From the author of Twilight of the Superheroes and winner of the PEN/Faulkner Award-winner comes a new short story collection which focuses on the wayward lives and tragic vanities of upper-class Americans.
Deborah Eisenberg speaks in the voice of a despairing god: wry, cool, resonant, capable of three dimensions of irony at once, besotted with the beauty and tragedy of this darkening planet of ours ... Every story in the new collection...holds at least one image that can knock you to your knees ...Beauty that spreads through the mind and lingers there in alterations so deep they’re almost physical: This is what I love most about Eisenberg’s work ... Eisenberg is a gorgeous writer of lines and dialogue and paragraphs, all the artistry in the marks upon the page, but even more deeply — and much more interestingly — she is an artist of the unsaid ... Stare hard, Eisenberg tells us, and watch the banal world transform into marvels ... I thank my stars that there’s a writer in the increasingly imperiled world as smart and funny and blazingly moral and devastatingly sidelong as she is.
[Eisenberg] is always worth the wait. The new book is cannily constructed, and so instantly absorbing that it feels like an abduction ... On the face of it, Your Duck Is My Duck could be regarded as a politically mild book for Eisenberg. The world intrudes only at the margins — tumult is hinted at in unnamed countries, glimpses of unspecified migrants. But these are stories of painful awakenings and refusals of innocence. This book offers no palliatives to its characters or to its readers — no plan of action. But it is a compass.
Dense, disorienting, disturbing, and sometimes prayer-like, Eisenberg’s stories run roughshod through received ideas of the rules for a 'well-made short story.' They are filled with nonsequential scenes, enormous time leaps, slippery perspective, capacious unresolved plots and subplots—no limits. Yet like Calvino’s crystal, they are exquisitely formed.
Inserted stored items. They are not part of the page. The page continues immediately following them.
// Whether every patch has a place of its own, where a distance is needed.
import { fail, type Context } from './context.ts';

export function requirePlaces(context: Context, phase: string): boolean {
  const without = context.patches.find((patch) => patch.at === null);
  if (without !== undefined) {
    fail(context, 'missing-place', ['patches', without.fileOrder], {
      message: `\`${without.name}\` has no place, and \`${phase}\` needs distances`,
      details: { expected: 'such as `at: [3.2, 9.1]`' },
    });
    return false;
  }
  const seen = new Map<string, string>();
  let apart = true;
  for (const { name, at, fileOrder } of context.patches) {
    const key = String(at);
    const other = seen.get(key);
    if (other !== undefined && at !== null) {
      apart = false;
      fail(context, 'same-place', ['patches', fileOrder, 'at'], {
        message: `\`${name}\` lies where \`${other}\` lies`,
        details: { found: `[${at.join(', ')}]`, expected: 'a place of its own for every patch' },
      });
    }
    seen.set(key, name);
  }
  return apart;
}
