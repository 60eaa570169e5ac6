// How much was run at the points of a sweep, in words.
import { expect, test } from 'vitest';
import { andRuns, noneSeen } from '../../src/report/sweep/words.ts';
import type { QuantitySummary, SweepSummary } from '../../src/sweep/summary/summarise.ts';

type Asked = Pick<SweepSummary, 'runs' | 'factors'>;

const survival = { name: 'survival.adult', base: 0.8, unit: 'share' };
const summary = (replicates: number, years: number, factors = [survival]): SweepSummary =>
  ({ runs: { replicates, years, seed: 1 }, factors }) satisfies Asked as unknown as SweepSummary;

test('counts runs and years, and one of each', () => {
  expect(andRuns(summary(1200, 40))).toBe(', 1,200 runs of 40 years each');
  expect(andRuns(summary(1, 1))).toBe(', 1 run of 1 year each');
});

test('tells no years of the model where years are what is swept', () => {
  expect(andRuns(summary(20, 40, [{ name: 'years', base: 40, unit: '' }]))).toBe(', 20 runs each');
});

test('says what nothing seen may still be', () => {
  const never = { unit: 'share', least: 0 } satisfies Partial<QuantitySummary> as unknown as QuantitySummary;
  expect(noneSeen(never, summary(1, 40))).toMatch(/0\s% of 1 run of a point means at most 79\.3\s%/u);
});
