// Yearly numbers from outside the model, such as rain: each year of the model has one of the years that are given, by the
// calendar or by chance.
import type { Finding } from '../spec/finding.ts';
import type { Spec } from '../spec/schema/spec.ts';
import { readYear } from './calendar.ts';
import { fail } from './context.ts';
import type { Resampled } from './chance.ts';
import type { Drivers } from './numbers.ts';

interface Span {
  readonly firstYear: number;
  readonly steps: number;
}

type Given = readonly (readonly [name: string, values: ReadonlyMap<number, number>])[];

export function resolveDrivers(spec: Spec, span: Span, findings: Finding[]): Drivers {
  const { drivers } = spec;
  const none = { dated: new Map(), resampled: null };
  if (drivers === undefined) return none;
  const given = Object.entries(drivers.values).map(([name, byYear]): Given[number] => {
    const path = ['drivers', 'values', name];
    const years = Object.entries(byYear).map(([year, value]): [number, number] => [
      readYear({ findings }, year, [...path, year]),
      value,
    ]);
    return [name, new Map(years.filter(([year]) => !Number.isNaN(year)).sort(([a], [b]) => a - b))];
  });
  if (drivers.future === 'resample-years') return { ...none, resampled: resampledFrom(given, findings) };
  const dated = given.map(([name, values]): [string, (year: number) => number] => {
    if (drivers.future === 'repeat') return [name, repeating([...values], span.firstYear)];
    tellMissing(name, { values, ...span, findings });
    // Where one is missing that was told; any number will do, so that nothing else is told of it.
    const [any = 0] = values.values();
    return [name, (year: number) => values.get(year) ?? any];
  });
  return { dated: new Map(dated), resampled: null };
}

/** Null where nothing is given; years that one driver has must be there for all. */
function resampledFrom(given: Given, findings: Finding[]): Resampled | null {
  const years = [...new Set(given.flatMap(([, values]) => [...values.keys()]))].sort((a, b) => a - b);
  for (const [name, values] of given) {
    const missing = years.filter((year) => !values.has(year));
    if (missing.length > 0) tellNoValue(name, missing, { findings, ...wholeYears });
  }
  if (years.length === 0) return null;
  const sorted = [...given].sort(([a], [b]) => (a < b ? -1 : 1));
  const values = sorted.flatMap(([, own]) => years.map((year) => own.get(year) ?? 0));
  return { names: sorted.map(([name]) => name), years, values: Float64Array.from(values) };
}

const wholeYears = {
  expected: 'a value of every driver for each year that one of them has, since whole years are drawn',
  fix: 'Add them, or leave these years out of the other drivers.',
};

/** The first year of the model has the first value, and after the last it begins anew. */
function repeating(known: readonly (readonly [number, number])[], firstYear: number): (year: number) => number {
  return (year) => {
    const at = (year - firstYear) % known.length;
    return known[at < 0 ? at + known.length : at]?.[1] ?? NaN;
  };
}

interface Missing extends Span {
  readonly values: ReadonlyMap<number, number>;
  readonly findings: Finding[];
}

function tellMissing(name: string, { values, firstYear, steps, findings }: Missing): void {
  const years = Array.from({ length: steps }, (_, t) => firstYear + t).filter((year) => !values.has(year));
  tellNoValue(name, years, {
    findings,
    expected: `a value for each year from ${String(firstYear)} to ${String(firstYear + steps - 1)}`,
    fix: 'Add them, shorten `years`, or write `future: repeat` or `future: resample-years`.',
  });
}

interface Told {
  readonly findings: Finding[];
  readonly expected: string;
  readonly fix: string;
}

function tellNoValue(name: string, years: readonly number[], { findings, expected, fix }: Told): void {
  const [first] = years;
  if (first === undefined) return;
  const more = years.length > 1 ? ` and ${String(years.length - 1)} more ${years.length > 2 ? 'years' : 'year'}` : '';
  fail({ findings }, 'driver-years', ['drivers', 'values', name], {
    message: `\`${name}\` has no value for ${String(first)}${more}`,
    part: 'key',
    details: { expected, fix },
  });
}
Words refract, themes reflect, illuminations and epiphanies bounce furiously ... Stories don’t in principle have the space to unfurl lifetimes, multiple settings, formation and reverberation. Yet Eisenberg’s stories— with their telescoping time lines and surprising associative turns—expand, even in their ellipses ... There is so much living and expression these characters (small and large) bring to the page ... Eisenberg’s rich linguistic spectrum is on full display in this story, from the virtuosic description of the train ride to the brainwashing clinic, through to the total dulling. It is a reminder of how masterfully she moves between registers: heightened description, emotional flurries, and crisp, cutting clarity.